• **What you have to do**
Lines from the one containing "follow(there, &PACE, solve, Unknowns::extrapolated).ok()?;" through the last line of the data below are to be returned exactly; leave out the rest.

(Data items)
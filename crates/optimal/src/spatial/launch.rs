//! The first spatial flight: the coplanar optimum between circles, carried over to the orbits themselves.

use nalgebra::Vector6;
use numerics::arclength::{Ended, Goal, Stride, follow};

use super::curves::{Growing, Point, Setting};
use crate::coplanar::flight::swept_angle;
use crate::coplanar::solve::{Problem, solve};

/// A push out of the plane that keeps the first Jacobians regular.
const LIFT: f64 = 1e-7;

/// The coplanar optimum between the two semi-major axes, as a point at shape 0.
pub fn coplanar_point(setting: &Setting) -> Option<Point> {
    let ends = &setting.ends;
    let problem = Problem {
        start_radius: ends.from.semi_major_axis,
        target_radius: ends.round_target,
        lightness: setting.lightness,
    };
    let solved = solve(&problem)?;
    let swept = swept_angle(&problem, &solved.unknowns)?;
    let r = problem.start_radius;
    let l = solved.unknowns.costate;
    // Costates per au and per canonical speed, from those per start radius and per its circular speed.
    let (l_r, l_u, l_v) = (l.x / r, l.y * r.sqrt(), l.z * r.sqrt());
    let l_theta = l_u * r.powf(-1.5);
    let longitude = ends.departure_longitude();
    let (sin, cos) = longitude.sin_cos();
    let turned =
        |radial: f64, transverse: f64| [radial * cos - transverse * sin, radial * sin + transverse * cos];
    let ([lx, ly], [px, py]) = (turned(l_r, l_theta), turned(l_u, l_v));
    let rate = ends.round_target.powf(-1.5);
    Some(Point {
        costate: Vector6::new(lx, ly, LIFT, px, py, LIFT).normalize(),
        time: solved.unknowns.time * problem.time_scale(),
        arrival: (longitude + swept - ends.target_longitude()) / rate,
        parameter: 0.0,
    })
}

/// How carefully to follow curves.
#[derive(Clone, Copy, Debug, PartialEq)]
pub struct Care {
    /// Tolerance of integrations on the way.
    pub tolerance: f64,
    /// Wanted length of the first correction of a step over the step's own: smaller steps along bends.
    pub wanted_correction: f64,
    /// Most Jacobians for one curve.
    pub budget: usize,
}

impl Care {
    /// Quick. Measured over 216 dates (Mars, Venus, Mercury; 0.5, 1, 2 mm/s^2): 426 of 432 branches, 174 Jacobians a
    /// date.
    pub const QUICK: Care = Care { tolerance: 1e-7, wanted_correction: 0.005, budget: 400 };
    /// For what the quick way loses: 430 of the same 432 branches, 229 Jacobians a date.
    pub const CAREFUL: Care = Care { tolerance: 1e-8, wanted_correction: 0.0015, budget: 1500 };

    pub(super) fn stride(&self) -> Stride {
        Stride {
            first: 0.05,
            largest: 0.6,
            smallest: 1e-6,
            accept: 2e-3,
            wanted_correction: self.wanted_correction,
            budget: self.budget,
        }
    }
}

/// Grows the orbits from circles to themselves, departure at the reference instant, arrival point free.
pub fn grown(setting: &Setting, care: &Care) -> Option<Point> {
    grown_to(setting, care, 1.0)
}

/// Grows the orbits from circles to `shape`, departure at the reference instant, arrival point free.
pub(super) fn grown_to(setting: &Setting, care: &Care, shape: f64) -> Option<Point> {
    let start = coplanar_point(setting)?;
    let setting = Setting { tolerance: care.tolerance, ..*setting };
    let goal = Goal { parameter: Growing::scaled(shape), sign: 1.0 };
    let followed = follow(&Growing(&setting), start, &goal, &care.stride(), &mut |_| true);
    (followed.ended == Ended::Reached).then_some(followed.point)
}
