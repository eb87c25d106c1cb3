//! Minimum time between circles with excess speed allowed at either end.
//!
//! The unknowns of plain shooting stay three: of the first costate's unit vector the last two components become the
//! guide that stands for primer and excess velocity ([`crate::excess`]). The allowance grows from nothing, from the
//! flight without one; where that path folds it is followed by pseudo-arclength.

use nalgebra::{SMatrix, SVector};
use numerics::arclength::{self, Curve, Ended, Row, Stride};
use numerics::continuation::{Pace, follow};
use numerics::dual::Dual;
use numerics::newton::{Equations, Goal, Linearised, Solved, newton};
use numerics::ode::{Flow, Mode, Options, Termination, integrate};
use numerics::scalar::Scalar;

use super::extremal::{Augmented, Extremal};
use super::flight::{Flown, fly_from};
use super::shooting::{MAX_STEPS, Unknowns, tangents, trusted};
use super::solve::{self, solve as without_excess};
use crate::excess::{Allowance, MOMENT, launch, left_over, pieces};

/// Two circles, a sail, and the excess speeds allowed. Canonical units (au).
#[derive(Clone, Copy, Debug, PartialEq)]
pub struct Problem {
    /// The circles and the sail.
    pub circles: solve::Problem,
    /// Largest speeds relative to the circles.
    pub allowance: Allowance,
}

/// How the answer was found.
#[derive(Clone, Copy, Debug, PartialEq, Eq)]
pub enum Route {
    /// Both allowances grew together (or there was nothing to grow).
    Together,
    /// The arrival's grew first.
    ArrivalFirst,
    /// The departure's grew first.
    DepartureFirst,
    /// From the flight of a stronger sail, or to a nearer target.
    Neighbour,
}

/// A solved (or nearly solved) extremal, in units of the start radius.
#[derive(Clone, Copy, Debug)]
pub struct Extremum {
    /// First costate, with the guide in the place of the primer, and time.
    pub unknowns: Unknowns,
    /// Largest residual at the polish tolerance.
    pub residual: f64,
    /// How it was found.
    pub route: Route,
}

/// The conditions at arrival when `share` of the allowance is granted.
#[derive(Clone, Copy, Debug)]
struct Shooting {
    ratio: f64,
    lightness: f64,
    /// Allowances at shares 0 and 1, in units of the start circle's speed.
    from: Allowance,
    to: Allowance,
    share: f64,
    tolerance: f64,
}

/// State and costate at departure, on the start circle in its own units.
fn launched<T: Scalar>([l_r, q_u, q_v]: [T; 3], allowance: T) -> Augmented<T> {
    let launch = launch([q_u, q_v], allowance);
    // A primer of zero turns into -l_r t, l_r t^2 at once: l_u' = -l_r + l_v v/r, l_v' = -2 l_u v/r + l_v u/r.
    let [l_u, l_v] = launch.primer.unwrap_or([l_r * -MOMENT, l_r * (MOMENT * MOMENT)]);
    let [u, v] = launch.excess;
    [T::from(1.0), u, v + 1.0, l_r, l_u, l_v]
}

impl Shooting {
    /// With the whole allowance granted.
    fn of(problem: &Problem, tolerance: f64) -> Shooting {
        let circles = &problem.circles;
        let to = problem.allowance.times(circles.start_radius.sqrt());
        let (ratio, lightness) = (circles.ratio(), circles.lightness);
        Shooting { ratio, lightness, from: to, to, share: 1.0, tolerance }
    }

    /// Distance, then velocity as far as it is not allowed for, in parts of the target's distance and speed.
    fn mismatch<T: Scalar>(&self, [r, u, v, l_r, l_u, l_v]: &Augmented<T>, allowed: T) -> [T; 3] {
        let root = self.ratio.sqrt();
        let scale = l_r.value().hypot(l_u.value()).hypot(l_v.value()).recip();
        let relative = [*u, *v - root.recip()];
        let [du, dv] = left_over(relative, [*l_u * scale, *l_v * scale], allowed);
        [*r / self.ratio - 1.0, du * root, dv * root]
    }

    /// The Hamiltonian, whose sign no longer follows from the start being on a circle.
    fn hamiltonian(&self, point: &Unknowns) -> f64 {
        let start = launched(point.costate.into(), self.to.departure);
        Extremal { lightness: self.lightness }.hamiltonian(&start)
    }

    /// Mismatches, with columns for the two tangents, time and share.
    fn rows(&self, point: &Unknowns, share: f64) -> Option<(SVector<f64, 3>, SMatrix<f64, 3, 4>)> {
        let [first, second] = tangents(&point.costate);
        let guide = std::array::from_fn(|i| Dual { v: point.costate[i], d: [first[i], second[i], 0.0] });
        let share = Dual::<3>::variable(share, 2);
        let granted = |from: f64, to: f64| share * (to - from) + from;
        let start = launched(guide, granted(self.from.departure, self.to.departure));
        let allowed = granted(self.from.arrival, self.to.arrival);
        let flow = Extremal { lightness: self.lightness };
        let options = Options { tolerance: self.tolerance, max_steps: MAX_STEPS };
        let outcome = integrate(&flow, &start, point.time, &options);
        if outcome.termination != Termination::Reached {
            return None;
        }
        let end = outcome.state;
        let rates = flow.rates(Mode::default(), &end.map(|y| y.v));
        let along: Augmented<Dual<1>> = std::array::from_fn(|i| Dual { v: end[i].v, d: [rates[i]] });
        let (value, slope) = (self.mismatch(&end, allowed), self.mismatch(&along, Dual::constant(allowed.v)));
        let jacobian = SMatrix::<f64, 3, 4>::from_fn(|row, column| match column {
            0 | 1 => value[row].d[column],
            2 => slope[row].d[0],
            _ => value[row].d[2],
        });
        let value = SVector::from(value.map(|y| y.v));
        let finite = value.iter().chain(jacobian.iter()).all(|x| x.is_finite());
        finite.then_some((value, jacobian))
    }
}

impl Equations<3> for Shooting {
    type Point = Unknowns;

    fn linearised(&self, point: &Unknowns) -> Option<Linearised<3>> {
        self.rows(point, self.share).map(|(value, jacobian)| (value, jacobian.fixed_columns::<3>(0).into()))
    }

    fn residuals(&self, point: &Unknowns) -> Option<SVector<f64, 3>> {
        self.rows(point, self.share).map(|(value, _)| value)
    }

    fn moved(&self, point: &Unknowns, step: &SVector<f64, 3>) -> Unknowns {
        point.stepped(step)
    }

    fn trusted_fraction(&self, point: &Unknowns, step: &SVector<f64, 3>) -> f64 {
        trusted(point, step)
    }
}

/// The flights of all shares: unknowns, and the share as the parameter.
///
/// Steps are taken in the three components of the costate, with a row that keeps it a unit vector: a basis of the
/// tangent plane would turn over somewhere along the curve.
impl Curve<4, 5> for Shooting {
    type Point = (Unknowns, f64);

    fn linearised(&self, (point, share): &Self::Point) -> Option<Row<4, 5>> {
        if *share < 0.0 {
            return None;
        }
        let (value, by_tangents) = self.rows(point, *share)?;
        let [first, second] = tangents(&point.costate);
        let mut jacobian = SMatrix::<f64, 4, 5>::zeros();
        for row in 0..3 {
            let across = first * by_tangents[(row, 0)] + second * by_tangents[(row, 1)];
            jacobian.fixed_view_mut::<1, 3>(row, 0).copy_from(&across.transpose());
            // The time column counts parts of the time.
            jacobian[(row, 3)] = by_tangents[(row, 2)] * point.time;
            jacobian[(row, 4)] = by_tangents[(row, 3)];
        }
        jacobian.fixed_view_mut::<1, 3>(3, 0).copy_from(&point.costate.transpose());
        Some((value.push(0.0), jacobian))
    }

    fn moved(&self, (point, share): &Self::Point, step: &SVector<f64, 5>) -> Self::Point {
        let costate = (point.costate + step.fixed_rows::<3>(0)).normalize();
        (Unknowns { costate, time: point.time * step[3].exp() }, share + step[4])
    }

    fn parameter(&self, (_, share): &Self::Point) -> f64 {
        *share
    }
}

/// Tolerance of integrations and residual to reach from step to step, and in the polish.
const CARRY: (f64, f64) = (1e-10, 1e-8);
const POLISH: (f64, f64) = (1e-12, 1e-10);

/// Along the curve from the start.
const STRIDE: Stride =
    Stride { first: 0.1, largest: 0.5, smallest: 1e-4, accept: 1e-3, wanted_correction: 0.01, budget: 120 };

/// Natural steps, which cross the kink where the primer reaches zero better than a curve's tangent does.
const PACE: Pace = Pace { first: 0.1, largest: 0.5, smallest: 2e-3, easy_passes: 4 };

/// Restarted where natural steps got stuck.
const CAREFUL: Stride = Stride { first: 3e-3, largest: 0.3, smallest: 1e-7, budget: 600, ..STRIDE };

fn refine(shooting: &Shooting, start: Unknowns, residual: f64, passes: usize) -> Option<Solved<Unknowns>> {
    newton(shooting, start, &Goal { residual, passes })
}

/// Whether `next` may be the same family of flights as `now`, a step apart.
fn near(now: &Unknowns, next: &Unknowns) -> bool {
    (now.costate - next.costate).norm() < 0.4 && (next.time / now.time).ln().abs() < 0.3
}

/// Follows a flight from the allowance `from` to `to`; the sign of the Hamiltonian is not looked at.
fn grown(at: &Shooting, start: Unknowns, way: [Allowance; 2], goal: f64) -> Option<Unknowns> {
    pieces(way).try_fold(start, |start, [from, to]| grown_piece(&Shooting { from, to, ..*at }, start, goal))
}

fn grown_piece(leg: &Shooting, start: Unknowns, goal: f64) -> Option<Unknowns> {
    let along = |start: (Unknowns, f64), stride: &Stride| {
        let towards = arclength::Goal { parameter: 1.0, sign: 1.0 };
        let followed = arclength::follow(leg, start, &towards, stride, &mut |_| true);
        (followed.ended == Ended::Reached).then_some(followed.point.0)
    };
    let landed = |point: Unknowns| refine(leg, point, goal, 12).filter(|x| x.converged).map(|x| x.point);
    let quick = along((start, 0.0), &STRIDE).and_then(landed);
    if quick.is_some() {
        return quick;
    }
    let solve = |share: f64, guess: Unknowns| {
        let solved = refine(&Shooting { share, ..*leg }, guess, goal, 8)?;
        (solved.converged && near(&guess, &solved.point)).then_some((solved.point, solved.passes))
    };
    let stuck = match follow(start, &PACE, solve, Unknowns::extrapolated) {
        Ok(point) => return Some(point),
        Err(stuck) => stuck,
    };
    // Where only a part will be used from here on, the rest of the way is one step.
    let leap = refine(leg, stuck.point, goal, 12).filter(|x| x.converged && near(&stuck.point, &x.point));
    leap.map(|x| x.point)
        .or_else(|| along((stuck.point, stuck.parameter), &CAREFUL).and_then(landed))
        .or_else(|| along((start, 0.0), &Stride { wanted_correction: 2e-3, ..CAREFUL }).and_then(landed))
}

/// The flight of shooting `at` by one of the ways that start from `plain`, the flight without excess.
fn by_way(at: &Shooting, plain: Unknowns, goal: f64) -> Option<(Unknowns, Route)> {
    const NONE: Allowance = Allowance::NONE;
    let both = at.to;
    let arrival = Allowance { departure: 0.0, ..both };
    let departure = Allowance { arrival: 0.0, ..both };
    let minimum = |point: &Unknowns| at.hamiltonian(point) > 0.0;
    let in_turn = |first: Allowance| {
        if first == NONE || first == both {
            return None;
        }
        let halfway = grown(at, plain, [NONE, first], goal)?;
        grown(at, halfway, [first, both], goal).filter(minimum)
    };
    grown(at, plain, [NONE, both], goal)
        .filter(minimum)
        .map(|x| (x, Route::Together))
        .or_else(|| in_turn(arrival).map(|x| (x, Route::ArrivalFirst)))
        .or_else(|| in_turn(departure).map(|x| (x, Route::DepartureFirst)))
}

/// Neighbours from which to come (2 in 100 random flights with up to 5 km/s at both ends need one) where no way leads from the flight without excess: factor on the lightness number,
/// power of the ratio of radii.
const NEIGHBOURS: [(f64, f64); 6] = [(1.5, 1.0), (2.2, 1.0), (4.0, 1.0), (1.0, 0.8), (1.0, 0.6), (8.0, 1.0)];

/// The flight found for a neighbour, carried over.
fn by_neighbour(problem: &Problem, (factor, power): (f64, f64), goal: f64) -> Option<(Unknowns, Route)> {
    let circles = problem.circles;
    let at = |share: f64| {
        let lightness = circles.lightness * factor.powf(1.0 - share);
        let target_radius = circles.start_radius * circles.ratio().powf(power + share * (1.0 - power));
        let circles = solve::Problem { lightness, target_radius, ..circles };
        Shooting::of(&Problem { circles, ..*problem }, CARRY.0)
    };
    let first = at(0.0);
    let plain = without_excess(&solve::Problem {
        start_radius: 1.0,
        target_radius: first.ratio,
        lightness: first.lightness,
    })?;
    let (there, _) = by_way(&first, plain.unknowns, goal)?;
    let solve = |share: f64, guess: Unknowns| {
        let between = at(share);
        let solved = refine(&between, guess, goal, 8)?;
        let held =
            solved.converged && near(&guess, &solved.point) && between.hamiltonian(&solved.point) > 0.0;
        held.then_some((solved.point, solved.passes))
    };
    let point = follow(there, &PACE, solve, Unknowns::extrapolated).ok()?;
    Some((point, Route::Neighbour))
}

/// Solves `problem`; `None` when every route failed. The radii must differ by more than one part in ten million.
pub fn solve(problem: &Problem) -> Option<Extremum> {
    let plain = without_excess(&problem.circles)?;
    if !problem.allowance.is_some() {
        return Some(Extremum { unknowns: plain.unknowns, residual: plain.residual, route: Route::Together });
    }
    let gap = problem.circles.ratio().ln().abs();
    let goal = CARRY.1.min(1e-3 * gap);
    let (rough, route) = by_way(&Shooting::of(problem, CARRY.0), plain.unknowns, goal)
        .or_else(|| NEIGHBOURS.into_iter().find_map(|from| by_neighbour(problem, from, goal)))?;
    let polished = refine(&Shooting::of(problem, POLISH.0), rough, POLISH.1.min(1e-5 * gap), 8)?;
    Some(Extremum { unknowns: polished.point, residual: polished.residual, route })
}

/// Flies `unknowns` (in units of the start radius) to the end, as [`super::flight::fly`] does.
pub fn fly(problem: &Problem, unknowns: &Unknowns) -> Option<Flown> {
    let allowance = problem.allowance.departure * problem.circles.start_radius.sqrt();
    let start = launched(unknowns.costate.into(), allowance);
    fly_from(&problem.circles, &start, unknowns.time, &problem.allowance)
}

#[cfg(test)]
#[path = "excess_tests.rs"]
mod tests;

• **Exercise response**
    let point = follow(there, &PACE, solve, Unknowns::extrapolated).ok()?;
    Some((point, Route::Neighbour))
}

/// Solves `problem`; `None` when every route failed. The radii must differ by more than one part in ten million.
pub fn solve(problem: &Problem) -> Option<Extremum> {
    let plain = without_excess(&problem.circles)?;
    if !problem.allowance.is_some() {
        return Some(Extremum { unknowns: plain.unknowns, residual: plain.residual, route: Route::Together });
    }
    let gap = problem.circles.ratio().ln().abs();
    let goal = CARRY.1.min(1e-3 * gap);
    let (rough, route) = by_way(&Shooting::of(problem, CARRY.0), plain.unknowns, goal)
        .or_else(|| NEIGHBOURS.into_iter().find_map(|from| by_neighbour(problem, from, goal)))?;
    let polished = refine(&Shooting::of(problem, POLISH.0), rough, POLISH.1.min(1e-5 * gap), 8)?;
    Some(Extremum { unknowns: polished.point, residual: polished.residual, route })
}

/// Flies `unknowns` (in units of the start radius) to the end, as [`super::flight::fly`] does.
pub fn fly(problem: &Problem, unknowns: &Unknowns) -> Option<Flown> {
    let allowance = problem.allowance.departure * problem.circles.start_radius.sqrt();
    let start = launched(unknowns.costate.into(), allowance);
    fly_from(&problem.circles, &start, unknowns.time, &problem.allowance)
}

#[cfg(test)]
#[path = "excess_tests.rs"]
mod tests;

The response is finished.